Stored data entries:
******************************

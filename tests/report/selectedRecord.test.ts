/**
 * One test kept from a file holding several: which one is named beside the file on the page and in the report's test
 * line. Data: ACTES (Chabert C, Mongin D, Hermand E, Collado A, Hue O. Cardiorespiratory measurement from graded
 * cycloergometer exercise testing, version 1.0.0. PhysioNet; 2022. https://doi.org/10.13026/2qs3-kh43. ODC-By 1.0), whose
 * measure file holds 18 tests keyed by ID.
 */
import { readFileSync } from "node:fs";
import { describe, expect, it } from "vitest";
import { analyse, buildRecord } from "../../lib/analysis";
import { buildReportModel } from "../../lib/report/buildReportModel";

describe("the selected record of a multi-test file", () => {
  it("is kept with the upload and named in the report's test line", async () => {
    const bytes = new Uint8Array(readFileSync(new URL("../fixtures/open-data/actes/actes_test_measure.csv", import.meta.url)));
    const built = await buildRecord({
      bytes,
      fileName: "actes_test_measure.csv",
      patient: { sex: "male", ageY: 30, heightCm: 180, weightKg: 75 }, // INVENTED details
      ergometer: "cycle",
      importOptions: { select: { ID: "13" } },
    });
    expect(built.record!.upload!.selected).toBe("ID = 13");
    const model = buildReportModel(analyse(built.record!, { bootstrap: 0 }), built.record!, "INVENTED label", {
      status: "draft",
      sections: [],
    });
    expect(model.testLine).toContain("the test where ID = 13 in a file holding several");
    // a file of one test (the INVENTED normal-adult demo) says nothing of the kind
    const one = new Uint8Array(readFileSync(new URL("../fixtures/cases/normal-adult.csv", import.meta.url)));
    const single = await buildRecord({ bytes: one, fileName: "normal-adult.csv", patient: {}, ergometer: "cycle" });
    expect(single.record).not.toBeNull();
    expect(single.record!.upload!.selected).toBeUndefined();
    expect(
      buildReportModel(analyse(single.record!, { bootstrap: 0 }), single.record!, "x", { status: "draft", sections: [] })
        .testLine,
    ).not.toContain("holding several");
  });
});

******************************

§ **GOAL OF THE EXERCISE**: Word for word, restate the data above from its first line down to and including the line with "const single = await".

§ **ANSWER SECTION**:
filename tests/report/selectedRecord.test.ts
/**
 * One test kept from a file holding several: which one is named beside the file on the page and in the report's test
 * line. Data: ACTES (Chabert C, Mongin D, Hermand E, Collado A, Hue O. Cardiorespiratory measurement from graded
 * cycloergometer exercise testing, version 1.0.0. PhysioNet; 2022. https://doi.org/10.13026/2qs3-kh43. ODC-By 1.0), whose
 * measure file holds 18 tests keyed by ID.
 */
import { readFileSync } from "node:fs";
import { describe, expect, it } from "vitest";
import { analyse, buildRecord } from "../../lib/analysis";
import { buildReportModel } from "../../lib/report/buildReportModel";

describe("the selected record of a multi-test file", () => {
  it("is kept with the upload and named in the report's test line", async () => {
    const bytes = new Uint8Array(readFileSync(new URL("../fixtures/open-data/actes/actes_test_measure.csv", import.meta.url)));
    const built = await buildRecord({
      bytes,
      fileName: "actes_test_measure.csv",
      patient: { sex: "male", ageY: 30, heightCm: 180, weightKg: 75 }, // INVENTED details
      ergometer: "cycle",
      importOptions: { select: { ID: "13" } },
    });
    expect(built.record!.upload!.selected).toBe("ID = 13");
    const model = buildReportModel(analyse(built.record!, { bootstrap: 0 }), built.record!, "INVENTED label", {
      status: "draft",
      sections: [],
    });
    expect(model.testLine).toContain("the test where ID = 13 in a file holding several");
    // a file of one test (the INVENTED normal-adult demo) says nothing of the kind
    const one = new Uint8Array(readFileSync(new URL("../fixtures/cases/normal-adult.csv", import.meta.url)));
    const single = await buildRecord({ bytes: one, fileName: "normal-adult.csv", patient: {}, ergometer: "cycle" });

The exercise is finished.